If you cannot find either of these books, please don't be deterred.  We will be talking about the tales themselves, and how they have been interpreted over the ages. They are readily available on-line.
  Welcome, ivmfox!
Title: Re: Fairy Tales & Their Tellers~From the Beast to the Blonde~August Book Club Online
Post by: marcie on July 16, 2010, 10:52:58 AM
It's great to have you here, ivmfox. I'm glad we have another fairy tale fan joining us.
Title: Re: Fairy Tales & Their Tellers~From the Beast to the Blonde~August Book Club Online
Post by: ivmfox on July 18, 2010, 11:04:28 AM
I found The Oxford Companion to Fairy Tales, The Western fairy tale tradition from medieval to modern...at the library and will use it for discussion.
Title: Re: Fairy Tales & Their Tellers~From the Beast to the Blonde~August Book Club Online
Post by: goldensun on July 19, 2010, 11:58:59 AM
I enjoy fairy tales and would like to join in.

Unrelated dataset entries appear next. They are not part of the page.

"""Compiled: amplitude of every mode at every break, exactly, from piece to piece."""

from __future__ import annotations

import numpy as np

from transient.compiled import compiled, part


@part
def power_integrals(y, decay, loss, out):  # type: ignore[no-untyped-def]
    """out[p] = integral of u^p exp(-y (1 - u)) over 0 < u < 1, p = 0, 1, 2, for y >= 0; ``decay`` = exp(-y)."""
    if y > 1.0:
        out[0] = loss / y
        out[1] = (1.0 - out[0]) / y
        out[2] = (1.0 - 2.0 * out[1]) / y
    else:
        for p in range(3):
            term, total = 1.0, 0.0
            for k in range(20):
                total += term / (k + p + 1)
                term *= y / (k + 1)
            out[p] = decay * total


@compiled
def divided_exponential(d):  # type: ignore[no-untyped-def]
    """(exp(d) - 1) / d for complex d."""
    if abs(d) < 0.75:
        term, total = 1.0 + 0.0j, 1.0 + 0.0j
        for k in range(2, 19):
            term *= d / k
            total += term
        return total
    return (np.exp(d) - 1.0) / d


@part
def fill_turns(coeff, exponent, x, turn):  # type: ignore[no-untyped-def]
    """turn[k] = exp(exponent[k] x) of the exponentials that one input has."""
    for k in range(len(coeff)):
        if coeff[k] != 0.0:
            turn[k] = np.exp(exponent[k] * x)


@part
def forced(rate, decay, loss, poly, coeff, exponent, turn, x, scratch):  # type: ignore[no-untyped-def]
    """Integral of exp(-rate (x - xi)) u'(xi) over 0 < xi < x for one input u = cubic + exponentials.

    ``decay`` = exp(-rate x), ``loss`` = 1 - decay, ``turn`` as ``fill_turns`` leaves it.
    """
    total = 0.0
    if poly[2] != 0.0 or poly[3] != 0.0:
        power_integrals(rate * x, decay, loss, scratch)
        total = x * (poly[1] * scratch[0] + x * (2.0 * poly[2] * scratch[1] + x * 3.0 * poly[3] * scratch[2]))
    elif poly[1] != 0.0:
        total = poly[1] * loss / rate
    for k in range(len(coeff)):
        if coeff[k] != 0.0:
            s = exponent[k]
            d = (s + rate) * x
            if abs(d.real) < 0.5 and abs(d.imag) < 0.5:
                answer = x * decay * divided_exponential(d)
            else:
                answer = (turn[k] - decay) / (s + rate)
            total += (coeff[k] * s * answer).real
    return total


@part
def moving(poly, coeff):  # type: ignore[no-untyped-def]
    """Whether an input changes within its piece."""
    if poly[1] != 0.0 or poly[2] != 0.0 or poly[3] != 0.0:
        return True
    found = False
    for k in range(len(coeff)):
        found = found or coeff[k] != 0.0
    return found


@part
def decay_and_loss(y):  # type: ignore[no-untyped-def]
    """exp(-y) and 1 - exp(-y), both to all digits, y >= 0."""
    decay = np.exp(-y)
    return decay, -np.expm1(-y) if y < 0.7 else 1.0 - decay


@part
def input_value(poly, coeff, exponent, x, order):  # type: ignore[no-untyped-def]
    """Value (order 0) or derivative of one input at local time x."""
    if order == 0:
        total = poly[0] + x * (poly[1] + x * (poly[2] + x * poly[3]))
    elif order == 1:
        total = poly[1] + x * (2.0 * poly[2] + x * 3.0 * poly[3])
    elif order == 2:
        total = 2.0 * poly[2] + x * 6.0 * poly[3]
    else:
        total = 6.0 * poly[3]
    for k in range(len(coeff)):
        if coeff[k] != 0.0:
            total += (coeff[k] * exponent[k] ** order * np.exp(exponent[k] * x)).real
    return total


@compiled
def fill_states(
    lengths, poly, coeff, exponent, before, rate, share, initial, worst, left, jump, ahead, reach
):  # type: ignore[no-untyped-def]
    """Fill inputs just before each break ``left`` (P, 3), their ``jump`` (P, 3), amplitudes before it ``ahead`` (P, M).

    ``reach`` (P, M): ``ahead`` with every term's magnitude, what its round-off is measured by.
    ``lengths`` (P - 1,); inputs ``poly`` (P, 3, 4), ``coeff``, ``exponent`` (P, 3, K); ``before`` (3,);
    ``rate`` (M,), ``share`` (M, 3), ``initial``, ``worst`` (M,) amplitudes just before the first break and their reach.
    """
    pieces, count = len(poly), len(rate)
    scratch, decays, losses = np.zeros(3), np.zeros(count), np.zeros(count)
    now, most = np.zeros(count), np.zeros(count)
    turn = np.zeros(coeff.shape[2], np.complex128)
    known, elapsed = -1.0, 0.0
    for i in range(3):
        left[0, i] = before[i]
    for n in range(count):
        ahead[0, n], reach[0, n] = initial[n], worst[n]
        now[n], most[n] = initial[n], worst[n]
    for p in range(pieces):
        for i in range(3):
            jump[p, i] = input_value(poly[p, i], coeff[p, i], exponent[p, i], 0.0, 0) - left[p, i]
            if jump[p, i] != 0.0:
                for n in range(count):
                    step = share[n, i] * jump[p, i]
                    now[n] -= step
                    most[n] += abs(step)
        if p + 1 == pieces:
            break
        x = lengths[p]
        elapsed += x
        # Equal steps of a table differ by the round-off of their times: one set of exponentials serves them.
        if abs(x - known) > 4e-16 * elapsed:
            known = x
            for n in range(count):
                decays[n], losses[n] = decay_and_loss(rate[n] * x)
        for n in range(count):
            now[n] *= decays[n]
            most[n] *= decays[n]
        for i in range(3):
            left[p + 1, i] = input_value(poly[p, i], coeff[p, i], exponent[p, i], x, 0)
            if moving(poly[p, i], coeff[p, i]):
                fill_turns(coeff[p, i], exponent[p, i], x, turn)
                for n in range(count):
                    push = share[n, i] * forced(
                        rate[n], decays[n], losses[n], poly[p, i], coeff[p, i], exponent[p, i], turn, x, scratch
                    )
                    now[n] -= push
                    most[n] += abs(push)
        for n in range(count):
            ahead[p + 1, n], reach[p + 1, n] = now[n], most[n]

Among my books I just found the Blue Fairy Book. When I bought it years ago I had no idea that there were more "color books" to be had.
Title: Re: Fairy Tales & Their Tellers~From the Beast to the Blonde~August Book Club Online
Post by: ursamajor on July 19, 2010, 12:18:57 PM
My Beast/Blonde book has arrived, and it looks suspiciously like a text book.  A previous owner has done a lot of underlining in the first couple of chapters.  I begin to wish I had ordered the Bettelheim book instead.  I read it a few years ago.  I can get the "colored" fairy books from the Knoxville Library if I pay the fee to join.  I remember these with great pleasure, but never owned any.
Title: Re: Fairy Tales & Their Tellers~From the Beast to the Blonde~August Book Club Online
Post by: JoanP on July 19, 2010, 01:10:44 PM
Goldensun - it is good to have you with us! Welcome! It's funny that you should mention Andrew Lang's Blue Fairy Collection.  I was just reading about that and the other "coleured Fairy Books" this morning. - Here's a bit of information about them -

Quote
"Andrew Lang's Fairy Books or Andrew Lang's "Coloured" Fairy Books constitute a twelve-book series of fairy tale collections. Although Andrew Lang did not collect the stories himself from the oral tradition, the extent of his sources, who had collected them originally (with the notable exception of Madame d'Aulnoy), made them an immensely influential collection, especially as he used foreign-language sources, giving many of these tales their first appearance in English. As acknowledged in the prefaces, although Lang himself made most of the selections, his wife and other translators did a large portion of the translating and telling of the actual stories."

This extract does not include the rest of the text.